Records provided Block Start

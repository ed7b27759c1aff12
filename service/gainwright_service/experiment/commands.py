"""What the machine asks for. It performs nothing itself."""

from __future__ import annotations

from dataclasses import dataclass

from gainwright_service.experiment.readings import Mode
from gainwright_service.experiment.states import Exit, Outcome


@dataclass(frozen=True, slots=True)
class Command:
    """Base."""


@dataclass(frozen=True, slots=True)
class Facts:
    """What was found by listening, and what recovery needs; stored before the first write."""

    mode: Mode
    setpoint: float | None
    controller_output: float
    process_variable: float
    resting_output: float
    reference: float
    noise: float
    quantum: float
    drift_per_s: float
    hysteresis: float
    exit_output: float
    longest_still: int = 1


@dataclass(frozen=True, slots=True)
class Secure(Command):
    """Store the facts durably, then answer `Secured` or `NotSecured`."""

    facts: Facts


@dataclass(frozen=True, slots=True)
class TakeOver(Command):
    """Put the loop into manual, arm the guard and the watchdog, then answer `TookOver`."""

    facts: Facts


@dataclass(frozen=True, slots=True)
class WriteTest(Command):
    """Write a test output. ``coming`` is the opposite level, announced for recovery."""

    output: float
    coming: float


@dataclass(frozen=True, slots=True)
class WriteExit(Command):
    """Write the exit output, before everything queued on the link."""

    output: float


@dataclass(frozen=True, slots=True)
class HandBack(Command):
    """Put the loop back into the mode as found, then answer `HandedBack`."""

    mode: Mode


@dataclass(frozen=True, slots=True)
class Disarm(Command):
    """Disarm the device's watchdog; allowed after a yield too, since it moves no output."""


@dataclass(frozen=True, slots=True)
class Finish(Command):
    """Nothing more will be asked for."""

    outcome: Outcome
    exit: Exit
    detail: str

Records provided Block End
Records provided Block Start

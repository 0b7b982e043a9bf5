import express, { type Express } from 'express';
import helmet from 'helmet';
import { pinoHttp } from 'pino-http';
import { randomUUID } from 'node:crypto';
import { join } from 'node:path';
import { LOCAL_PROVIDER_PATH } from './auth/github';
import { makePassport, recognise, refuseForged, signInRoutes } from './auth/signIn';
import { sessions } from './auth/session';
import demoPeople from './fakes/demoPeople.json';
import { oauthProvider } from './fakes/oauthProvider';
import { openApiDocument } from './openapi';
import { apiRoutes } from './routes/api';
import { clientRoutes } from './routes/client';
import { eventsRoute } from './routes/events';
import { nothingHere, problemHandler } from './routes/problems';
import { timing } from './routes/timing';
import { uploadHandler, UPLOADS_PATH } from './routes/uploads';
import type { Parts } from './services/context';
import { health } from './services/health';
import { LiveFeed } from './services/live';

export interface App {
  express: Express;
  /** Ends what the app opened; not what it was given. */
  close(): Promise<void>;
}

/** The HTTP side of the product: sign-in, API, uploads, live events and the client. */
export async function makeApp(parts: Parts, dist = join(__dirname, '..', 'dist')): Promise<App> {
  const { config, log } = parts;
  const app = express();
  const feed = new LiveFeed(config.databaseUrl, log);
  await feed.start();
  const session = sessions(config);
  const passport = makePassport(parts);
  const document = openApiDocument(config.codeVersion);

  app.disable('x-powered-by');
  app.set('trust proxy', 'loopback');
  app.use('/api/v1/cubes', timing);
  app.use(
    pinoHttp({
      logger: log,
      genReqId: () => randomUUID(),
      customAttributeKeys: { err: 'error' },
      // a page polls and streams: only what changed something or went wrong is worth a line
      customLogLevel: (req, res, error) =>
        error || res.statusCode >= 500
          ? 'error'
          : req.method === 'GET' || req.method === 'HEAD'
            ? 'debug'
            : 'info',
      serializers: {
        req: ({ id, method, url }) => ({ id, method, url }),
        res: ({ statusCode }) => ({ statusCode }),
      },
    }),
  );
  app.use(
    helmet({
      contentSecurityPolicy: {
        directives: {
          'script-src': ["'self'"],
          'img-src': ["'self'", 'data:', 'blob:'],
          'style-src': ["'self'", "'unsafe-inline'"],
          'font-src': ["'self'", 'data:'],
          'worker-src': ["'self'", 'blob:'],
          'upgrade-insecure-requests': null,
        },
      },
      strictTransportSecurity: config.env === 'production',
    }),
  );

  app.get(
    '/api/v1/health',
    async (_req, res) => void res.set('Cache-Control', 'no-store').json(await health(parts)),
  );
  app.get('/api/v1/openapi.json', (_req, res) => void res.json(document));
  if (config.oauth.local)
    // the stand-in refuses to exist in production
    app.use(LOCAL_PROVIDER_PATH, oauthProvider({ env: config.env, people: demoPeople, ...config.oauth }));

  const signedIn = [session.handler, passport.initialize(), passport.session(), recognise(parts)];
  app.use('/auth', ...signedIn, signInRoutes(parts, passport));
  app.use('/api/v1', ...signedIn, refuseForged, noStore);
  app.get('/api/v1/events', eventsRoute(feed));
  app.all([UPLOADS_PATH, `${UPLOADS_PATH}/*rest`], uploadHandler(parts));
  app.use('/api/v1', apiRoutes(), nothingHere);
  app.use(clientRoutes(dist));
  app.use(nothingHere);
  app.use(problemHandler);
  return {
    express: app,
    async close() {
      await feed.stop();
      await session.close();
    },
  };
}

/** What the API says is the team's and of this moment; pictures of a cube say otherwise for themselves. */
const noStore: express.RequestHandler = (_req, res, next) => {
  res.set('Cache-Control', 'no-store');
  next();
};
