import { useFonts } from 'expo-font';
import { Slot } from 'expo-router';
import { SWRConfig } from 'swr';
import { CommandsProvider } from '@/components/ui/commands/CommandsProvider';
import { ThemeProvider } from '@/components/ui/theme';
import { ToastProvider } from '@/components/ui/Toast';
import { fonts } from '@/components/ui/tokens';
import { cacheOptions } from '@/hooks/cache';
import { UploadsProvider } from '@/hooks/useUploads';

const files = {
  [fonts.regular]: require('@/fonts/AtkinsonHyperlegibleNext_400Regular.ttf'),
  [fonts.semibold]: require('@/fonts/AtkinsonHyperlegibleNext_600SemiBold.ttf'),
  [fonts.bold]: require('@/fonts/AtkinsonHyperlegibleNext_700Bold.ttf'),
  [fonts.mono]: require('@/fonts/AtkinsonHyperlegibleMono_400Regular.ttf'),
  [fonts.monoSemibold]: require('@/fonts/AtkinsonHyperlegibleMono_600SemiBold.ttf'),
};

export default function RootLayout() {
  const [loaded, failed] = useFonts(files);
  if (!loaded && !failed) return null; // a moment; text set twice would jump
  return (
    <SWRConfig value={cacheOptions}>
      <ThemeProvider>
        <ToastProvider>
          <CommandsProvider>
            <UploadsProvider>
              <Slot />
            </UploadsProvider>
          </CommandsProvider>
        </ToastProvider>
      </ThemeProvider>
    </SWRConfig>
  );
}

Records provided Block End

Exercise instructions - Could you return all lines from the records that include the word "UploadsProvider"?

Solution to this task -
import { UploadsProvider } from '@/hooks/useUploads';
            <UploadsProvider>
            </UploadsProvider>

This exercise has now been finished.